EXERCISE BRIEF: Scan the entries below and say how many lines contain "size". Write only the number.

**** INPUT FOR THIS TASK

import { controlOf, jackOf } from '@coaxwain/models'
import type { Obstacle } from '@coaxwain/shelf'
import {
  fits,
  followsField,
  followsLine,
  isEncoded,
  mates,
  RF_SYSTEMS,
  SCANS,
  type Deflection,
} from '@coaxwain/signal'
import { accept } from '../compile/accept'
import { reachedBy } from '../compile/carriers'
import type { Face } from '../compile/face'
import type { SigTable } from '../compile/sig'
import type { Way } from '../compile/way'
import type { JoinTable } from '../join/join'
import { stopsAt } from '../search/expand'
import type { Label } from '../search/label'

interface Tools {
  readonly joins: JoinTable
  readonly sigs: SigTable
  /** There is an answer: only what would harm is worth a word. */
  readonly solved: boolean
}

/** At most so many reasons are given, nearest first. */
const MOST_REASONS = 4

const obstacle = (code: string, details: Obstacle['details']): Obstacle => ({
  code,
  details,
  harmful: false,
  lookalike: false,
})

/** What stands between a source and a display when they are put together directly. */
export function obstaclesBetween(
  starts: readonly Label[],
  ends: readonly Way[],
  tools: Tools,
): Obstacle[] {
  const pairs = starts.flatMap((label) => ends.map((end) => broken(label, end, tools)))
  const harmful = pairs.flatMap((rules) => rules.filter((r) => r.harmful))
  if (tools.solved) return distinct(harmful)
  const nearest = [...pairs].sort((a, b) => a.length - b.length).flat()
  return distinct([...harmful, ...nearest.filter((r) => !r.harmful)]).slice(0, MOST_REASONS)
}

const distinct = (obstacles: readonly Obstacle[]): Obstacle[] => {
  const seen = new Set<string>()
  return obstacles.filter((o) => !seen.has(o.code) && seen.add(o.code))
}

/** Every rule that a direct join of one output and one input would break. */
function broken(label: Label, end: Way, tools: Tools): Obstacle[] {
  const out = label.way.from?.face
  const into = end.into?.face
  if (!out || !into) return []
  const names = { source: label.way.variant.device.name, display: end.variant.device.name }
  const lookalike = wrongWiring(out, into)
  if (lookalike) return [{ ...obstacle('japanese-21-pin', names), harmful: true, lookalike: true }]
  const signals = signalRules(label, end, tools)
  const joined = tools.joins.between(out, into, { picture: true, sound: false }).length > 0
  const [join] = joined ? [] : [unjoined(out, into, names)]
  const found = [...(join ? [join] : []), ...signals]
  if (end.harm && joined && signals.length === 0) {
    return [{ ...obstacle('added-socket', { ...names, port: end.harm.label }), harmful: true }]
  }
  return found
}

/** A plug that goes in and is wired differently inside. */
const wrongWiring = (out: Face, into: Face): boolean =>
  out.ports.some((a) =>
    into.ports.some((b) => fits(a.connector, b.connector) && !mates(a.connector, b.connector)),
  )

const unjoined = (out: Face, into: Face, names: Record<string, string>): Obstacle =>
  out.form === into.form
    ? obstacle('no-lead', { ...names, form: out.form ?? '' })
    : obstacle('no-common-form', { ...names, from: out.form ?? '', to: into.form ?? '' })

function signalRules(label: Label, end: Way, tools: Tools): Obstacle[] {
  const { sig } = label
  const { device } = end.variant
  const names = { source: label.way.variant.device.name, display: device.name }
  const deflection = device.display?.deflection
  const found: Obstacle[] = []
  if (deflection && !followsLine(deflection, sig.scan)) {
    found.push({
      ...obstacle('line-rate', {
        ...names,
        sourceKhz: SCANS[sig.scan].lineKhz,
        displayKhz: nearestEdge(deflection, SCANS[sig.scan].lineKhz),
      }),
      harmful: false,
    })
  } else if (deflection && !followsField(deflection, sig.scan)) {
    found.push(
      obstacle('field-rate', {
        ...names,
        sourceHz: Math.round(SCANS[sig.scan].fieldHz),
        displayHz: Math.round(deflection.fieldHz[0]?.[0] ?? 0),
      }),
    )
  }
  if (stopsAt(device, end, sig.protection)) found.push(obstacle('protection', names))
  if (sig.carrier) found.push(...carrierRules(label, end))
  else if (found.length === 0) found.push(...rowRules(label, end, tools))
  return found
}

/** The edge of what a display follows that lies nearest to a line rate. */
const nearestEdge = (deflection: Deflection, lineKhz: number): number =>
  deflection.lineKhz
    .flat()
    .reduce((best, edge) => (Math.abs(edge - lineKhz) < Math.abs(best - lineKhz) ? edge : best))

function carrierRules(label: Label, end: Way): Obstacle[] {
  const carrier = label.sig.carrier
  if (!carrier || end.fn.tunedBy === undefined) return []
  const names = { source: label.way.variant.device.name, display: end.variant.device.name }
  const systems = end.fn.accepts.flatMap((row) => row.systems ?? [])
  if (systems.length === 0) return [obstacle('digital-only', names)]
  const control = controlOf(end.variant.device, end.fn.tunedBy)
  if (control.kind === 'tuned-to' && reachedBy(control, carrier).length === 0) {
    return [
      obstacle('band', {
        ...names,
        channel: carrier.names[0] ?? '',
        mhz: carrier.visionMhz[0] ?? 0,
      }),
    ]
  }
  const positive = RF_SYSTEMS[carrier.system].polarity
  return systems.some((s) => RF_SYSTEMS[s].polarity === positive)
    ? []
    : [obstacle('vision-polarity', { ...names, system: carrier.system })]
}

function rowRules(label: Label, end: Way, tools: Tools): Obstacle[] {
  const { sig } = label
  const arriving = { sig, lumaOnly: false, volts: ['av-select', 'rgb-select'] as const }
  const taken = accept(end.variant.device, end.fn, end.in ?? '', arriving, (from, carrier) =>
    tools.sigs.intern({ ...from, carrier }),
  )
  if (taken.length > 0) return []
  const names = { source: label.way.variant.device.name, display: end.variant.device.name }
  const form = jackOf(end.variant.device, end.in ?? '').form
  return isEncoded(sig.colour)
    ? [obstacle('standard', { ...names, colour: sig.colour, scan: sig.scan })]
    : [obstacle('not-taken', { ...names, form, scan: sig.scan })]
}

********
**** INPUT FOR THIS TASK

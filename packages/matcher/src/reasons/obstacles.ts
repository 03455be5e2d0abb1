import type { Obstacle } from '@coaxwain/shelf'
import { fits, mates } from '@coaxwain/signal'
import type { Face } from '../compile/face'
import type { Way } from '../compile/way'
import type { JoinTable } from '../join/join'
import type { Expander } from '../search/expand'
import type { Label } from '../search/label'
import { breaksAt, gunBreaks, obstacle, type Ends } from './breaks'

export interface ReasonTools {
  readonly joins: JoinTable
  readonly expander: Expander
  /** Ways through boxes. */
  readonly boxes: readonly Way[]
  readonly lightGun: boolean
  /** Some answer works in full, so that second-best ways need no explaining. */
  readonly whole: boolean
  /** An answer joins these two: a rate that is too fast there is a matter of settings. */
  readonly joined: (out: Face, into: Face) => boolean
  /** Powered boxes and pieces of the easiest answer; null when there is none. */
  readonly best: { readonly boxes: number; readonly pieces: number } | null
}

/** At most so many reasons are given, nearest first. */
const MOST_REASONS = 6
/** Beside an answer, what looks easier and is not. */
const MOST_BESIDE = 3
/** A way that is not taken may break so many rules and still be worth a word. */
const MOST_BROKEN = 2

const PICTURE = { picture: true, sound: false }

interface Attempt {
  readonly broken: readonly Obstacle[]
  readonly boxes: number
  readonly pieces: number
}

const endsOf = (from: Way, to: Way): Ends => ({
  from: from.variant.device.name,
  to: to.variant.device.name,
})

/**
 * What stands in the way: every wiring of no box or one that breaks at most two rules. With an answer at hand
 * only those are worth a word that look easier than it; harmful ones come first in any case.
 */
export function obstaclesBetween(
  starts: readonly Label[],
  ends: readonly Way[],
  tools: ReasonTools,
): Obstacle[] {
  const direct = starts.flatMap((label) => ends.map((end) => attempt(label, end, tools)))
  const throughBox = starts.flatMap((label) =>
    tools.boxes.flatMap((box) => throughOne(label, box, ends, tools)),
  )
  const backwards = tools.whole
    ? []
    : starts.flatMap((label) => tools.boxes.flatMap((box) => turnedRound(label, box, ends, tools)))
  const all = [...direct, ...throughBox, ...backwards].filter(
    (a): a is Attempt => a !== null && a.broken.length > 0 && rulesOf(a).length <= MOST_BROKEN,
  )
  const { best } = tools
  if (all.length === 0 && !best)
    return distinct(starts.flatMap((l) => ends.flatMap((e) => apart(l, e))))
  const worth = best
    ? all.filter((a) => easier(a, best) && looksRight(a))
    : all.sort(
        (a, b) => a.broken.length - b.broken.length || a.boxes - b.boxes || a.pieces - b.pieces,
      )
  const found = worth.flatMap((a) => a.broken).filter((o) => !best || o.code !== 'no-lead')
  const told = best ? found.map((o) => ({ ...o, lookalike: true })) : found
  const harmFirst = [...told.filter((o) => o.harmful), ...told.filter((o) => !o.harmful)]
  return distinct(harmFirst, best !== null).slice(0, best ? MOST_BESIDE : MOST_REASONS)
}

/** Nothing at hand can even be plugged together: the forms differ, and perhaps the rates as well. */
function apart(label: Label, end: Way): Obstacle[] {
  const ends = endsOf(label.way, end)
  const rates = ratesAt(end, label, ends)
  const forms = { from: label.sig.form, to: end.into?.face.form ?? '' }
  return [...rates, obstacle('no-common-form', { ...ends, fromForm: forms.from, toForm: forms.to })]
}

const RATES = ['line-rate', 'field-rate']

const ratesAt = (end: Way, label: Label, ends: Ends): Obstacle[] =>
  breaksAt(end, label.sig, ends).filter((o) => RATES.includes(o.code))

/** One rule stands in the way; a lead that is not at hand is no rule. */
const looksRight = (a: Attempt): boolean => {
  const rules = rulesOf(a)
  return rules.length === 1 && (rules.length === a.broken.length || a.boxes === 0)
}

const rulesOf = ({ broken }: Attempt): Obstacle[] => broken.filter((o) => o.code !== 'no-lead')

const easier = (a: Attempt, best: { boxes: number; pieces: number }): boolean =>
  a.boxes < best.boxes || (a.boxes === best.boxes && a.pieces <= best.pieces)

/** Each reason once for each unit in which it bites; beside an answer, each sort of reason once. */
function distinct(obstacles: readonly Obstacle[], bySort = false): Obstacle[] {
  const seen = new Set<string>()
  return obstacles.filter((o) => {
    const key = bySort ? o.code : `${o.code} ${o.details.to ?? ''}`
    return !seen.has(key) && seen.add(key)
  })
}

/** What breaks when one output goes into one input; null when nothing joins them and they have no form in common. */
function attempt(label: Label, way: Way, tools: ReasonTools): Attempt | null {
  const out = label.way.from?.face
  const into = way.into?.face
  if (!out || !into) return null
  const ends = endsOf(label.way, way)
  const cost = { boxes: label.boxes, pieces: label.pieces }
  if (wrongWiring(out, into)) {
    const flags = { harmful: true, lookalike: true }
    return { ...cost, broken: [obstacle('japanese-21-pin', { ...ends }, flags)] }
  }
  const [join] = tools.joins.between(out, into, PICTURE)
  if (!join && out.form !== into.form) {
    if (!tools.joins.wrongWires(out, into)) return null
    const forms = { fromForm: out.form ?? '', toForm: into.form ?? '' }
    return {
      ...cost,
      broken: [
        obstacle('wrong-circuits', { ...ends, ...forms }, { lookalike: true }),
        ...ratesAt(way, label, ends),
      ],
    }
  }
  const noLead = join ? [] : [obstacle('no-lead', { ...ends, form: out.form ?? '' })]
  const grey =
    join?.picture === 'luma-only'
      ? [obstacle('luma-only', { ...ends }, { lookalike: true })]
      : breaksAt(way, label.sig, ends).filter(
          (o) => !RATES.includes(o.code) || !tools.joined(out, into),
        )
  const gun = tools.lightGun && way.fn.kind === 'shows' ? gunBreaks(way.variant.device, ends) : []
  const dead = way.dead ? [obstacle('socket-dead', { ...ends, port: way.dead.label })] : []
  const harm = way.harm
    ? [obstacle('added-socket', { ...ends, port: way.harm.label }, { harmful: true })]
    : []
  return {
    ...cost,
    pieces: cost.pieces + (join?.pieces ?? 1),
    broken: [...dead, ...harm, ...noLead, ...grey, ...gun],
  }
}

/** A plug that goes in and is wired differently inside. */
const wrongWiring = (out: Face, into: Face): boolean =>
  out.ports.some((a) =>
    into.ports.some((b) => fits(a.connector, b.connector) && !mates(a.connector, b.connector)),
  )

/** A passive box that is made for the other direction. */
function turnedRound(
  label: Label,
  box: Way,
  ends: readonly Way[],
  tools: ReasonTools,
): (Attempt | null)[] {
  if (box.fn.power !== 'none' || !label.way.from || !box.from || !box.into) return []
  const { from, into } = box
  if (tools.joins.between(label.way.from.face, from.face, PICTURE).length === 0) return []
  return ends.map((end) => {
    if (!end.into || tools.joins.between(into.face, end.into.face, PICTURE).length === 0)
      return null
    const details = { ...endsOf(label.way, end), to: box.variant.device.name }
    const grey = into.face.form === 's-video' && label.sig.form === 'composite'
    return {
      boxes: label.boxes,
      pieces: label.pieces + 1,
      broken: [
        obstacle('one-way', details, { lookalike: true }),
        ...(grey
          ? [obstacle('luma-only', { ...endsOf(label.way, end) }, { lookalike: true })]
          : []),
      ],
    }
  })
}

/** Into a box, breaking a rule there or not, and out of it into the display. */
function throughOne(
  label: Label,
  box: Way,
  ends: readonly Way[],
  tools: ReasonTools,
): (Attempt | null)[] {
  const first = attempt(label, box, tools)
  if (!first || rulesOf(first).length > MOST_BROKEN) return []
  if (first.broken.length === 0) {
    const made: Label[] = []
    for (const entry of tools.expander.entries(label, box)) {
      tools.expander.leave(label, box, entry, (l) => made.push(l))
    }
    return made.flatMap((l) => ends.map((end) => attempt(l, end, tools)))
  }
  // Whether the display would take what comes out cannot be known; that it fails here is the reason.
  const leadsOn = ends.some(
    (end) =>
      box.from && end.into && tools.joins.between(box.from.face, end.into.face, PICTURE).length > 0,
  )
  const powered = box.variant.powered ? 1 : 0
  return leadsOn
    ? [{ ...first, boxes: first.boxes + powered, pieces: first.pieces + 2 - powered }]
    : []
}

********
**** INPUT FOR THIS TASK

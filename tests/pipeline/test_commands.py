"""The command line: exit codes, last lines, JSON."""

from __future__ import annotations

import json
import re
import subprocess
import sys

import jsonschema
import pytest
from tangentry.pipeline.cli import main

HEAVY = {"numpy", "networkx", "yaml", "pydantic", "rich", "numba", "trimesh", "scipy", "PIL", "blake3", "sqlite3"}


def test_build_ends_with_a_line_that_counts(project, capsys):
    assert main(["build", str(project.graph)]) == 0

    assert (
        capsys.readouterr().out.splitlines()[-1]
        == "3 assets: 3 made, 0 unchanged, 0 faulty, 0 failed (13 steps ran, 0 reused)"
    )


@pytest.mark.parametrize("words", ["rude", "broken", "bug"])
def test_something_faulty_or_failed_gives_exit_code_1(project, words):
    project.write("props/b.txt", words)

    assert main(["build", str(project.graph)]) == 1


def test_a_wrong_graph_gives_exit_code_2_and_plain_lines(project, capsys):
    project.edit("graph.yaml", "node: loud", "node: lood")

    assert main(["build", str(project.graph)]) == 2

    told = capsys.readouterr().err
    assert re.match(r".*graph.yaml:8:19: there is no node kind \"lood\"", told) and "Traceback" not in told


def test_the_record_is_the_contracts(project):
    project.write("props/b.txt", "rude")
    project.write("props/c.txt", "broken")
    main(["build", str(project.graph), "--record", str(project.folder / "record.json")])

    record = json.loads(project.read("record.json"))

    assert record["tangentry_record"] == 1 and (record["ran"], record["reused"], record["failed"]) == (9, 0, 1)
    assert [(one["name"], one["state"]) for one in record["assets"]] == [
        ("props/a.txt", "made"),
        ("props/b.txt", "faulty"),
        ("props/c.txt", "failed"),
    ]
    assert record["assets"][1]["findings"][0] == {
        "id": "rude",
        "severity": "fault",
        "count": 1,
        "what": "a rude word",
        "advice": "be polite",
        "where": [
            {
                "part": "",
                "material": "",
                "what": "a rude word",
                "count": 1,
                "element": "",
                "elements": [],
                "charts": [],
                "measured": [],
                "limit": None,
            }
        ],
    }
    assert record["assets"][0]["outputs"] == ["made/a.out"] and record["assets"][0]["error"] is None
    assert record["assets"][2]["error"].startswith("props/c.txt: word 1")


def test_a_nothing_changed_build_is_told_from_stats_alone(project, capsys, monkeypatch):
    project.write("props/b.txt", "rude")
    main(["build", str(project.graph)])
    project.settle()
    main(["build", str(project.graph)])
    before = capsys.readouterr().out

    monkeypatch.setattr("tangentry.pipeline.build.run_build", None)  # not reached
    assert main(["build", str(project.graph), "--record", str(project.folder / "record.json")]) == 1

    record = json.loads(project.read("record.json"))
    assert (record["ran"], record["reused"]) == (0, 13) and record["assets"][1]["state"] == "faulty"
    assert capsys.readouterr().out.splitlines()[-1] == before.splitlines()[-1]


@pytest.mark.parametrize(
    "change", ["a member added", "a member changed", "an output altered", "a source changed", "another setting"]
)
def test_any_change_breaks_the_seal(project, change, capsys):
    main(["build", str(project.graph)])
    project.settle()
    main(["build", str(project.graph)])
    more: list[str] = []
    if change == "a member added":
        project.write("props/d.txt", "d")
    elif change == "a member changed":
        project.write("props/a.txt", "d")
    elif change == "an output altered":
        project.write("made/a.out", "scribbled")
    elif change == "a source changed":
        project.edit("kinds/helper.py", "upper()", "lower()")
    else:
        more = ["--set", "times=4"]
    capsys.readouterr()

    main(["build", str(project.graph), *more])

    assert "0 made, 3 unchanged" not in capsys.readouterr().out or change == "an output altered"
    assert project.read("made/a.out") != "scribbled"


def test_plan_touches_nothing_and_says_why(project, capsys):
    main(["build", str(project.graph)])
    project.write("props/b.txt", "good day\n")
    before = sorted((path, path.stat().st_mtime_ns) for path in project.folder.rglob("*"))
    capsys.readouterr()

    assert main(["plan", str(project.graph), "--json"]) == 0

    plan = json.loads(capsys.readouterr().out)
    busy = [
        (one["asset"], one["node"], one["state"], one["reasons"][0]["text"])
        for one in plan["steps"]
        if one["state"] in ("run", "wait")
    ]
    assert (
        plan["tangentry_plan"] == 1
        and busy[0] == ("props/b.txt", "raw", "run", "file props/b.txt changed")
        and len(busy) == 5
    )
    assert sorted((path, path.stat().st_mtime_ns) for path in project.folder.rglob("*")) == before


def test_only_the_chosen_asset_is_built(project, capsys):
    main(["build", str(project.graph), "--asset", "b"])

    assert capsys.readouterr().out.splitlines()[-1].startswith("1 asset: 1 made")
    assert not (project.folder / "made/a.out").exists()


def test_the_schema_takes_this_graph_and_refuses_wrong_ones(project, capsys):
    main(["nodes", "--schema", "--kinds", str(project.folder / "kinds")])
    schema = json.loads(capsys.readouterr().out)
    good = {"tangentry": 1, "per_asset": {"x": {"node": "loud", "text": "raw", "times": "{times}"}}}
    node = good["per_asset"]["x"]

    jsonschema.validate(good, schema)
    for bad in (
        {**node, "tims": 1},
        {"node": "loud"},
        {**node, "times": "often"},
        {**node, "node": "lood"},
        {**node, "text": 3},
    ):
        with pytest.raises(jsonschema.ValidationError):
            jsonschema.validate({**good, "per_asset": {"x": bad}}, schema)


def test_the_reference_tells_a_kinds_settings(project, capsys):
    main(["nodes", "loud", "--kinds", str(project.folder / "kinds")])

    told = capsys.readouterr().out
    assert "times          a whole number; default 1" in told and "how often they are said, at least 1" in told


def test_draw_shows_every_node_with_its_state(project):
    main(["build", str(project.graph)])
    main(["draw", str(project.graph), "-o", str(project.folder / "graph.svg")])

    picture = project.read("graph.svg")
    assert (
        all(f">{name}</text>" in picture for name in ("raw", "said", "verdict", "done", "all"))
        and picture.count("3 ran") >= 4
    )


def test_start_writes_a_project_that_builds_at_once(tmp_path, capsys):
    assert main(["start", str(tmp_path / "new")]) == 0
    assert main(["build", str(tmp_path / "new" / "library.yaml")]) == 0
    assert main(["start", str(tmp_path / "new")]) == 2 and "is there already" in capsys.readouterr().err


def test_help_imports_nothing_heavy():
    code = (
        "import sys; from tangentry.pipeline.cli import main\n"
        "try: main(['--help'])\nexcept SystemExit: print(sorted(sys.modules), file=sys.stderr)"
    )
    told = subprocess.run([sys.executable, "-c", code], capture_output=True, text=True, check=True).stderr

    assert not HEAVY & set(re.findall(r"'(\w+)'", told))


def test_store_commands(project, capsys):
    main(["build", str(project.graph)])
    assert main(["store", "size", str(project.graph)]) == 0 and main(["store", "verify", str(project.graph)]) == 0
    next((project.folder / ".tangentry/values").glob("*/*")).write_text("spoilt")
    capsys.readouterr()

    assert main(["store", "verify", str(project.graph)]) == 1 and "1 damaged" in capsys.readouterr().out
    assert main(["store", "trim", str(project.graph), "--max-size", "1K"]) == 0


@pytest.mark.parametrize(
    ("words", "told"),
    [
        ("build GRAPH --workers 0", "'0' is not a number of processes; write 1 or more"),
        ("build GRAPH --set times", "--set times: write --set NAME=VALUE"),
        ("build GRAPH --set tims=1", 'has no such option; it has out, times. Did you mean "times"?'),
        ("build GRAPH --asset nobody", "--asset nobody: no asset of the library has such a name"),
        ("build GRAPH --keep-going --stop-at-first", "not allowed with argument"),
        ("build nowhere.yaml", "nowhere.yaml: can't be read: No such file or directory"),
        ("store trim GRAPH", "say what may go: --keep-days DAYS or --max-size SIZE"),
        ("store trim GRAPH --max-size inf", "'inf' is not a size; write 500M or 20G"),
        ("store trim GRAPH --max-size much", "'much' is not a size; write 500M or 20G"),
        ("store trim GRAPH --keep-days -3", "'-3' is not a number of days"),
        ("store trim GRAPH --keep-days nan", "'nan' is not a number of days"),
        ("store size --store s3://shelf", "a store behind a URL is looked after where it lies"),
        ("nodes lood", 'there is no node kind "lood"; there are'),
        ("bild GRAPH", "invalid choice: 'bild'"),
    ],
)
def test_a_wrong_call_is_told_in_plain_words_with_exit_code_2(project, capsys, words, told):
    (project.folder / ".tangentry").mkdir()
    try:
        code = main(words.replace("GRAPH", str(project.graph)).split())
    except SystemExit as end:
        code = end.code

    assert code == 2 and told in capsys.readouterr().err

********

ANSWER TO THIS EXERCISE: 6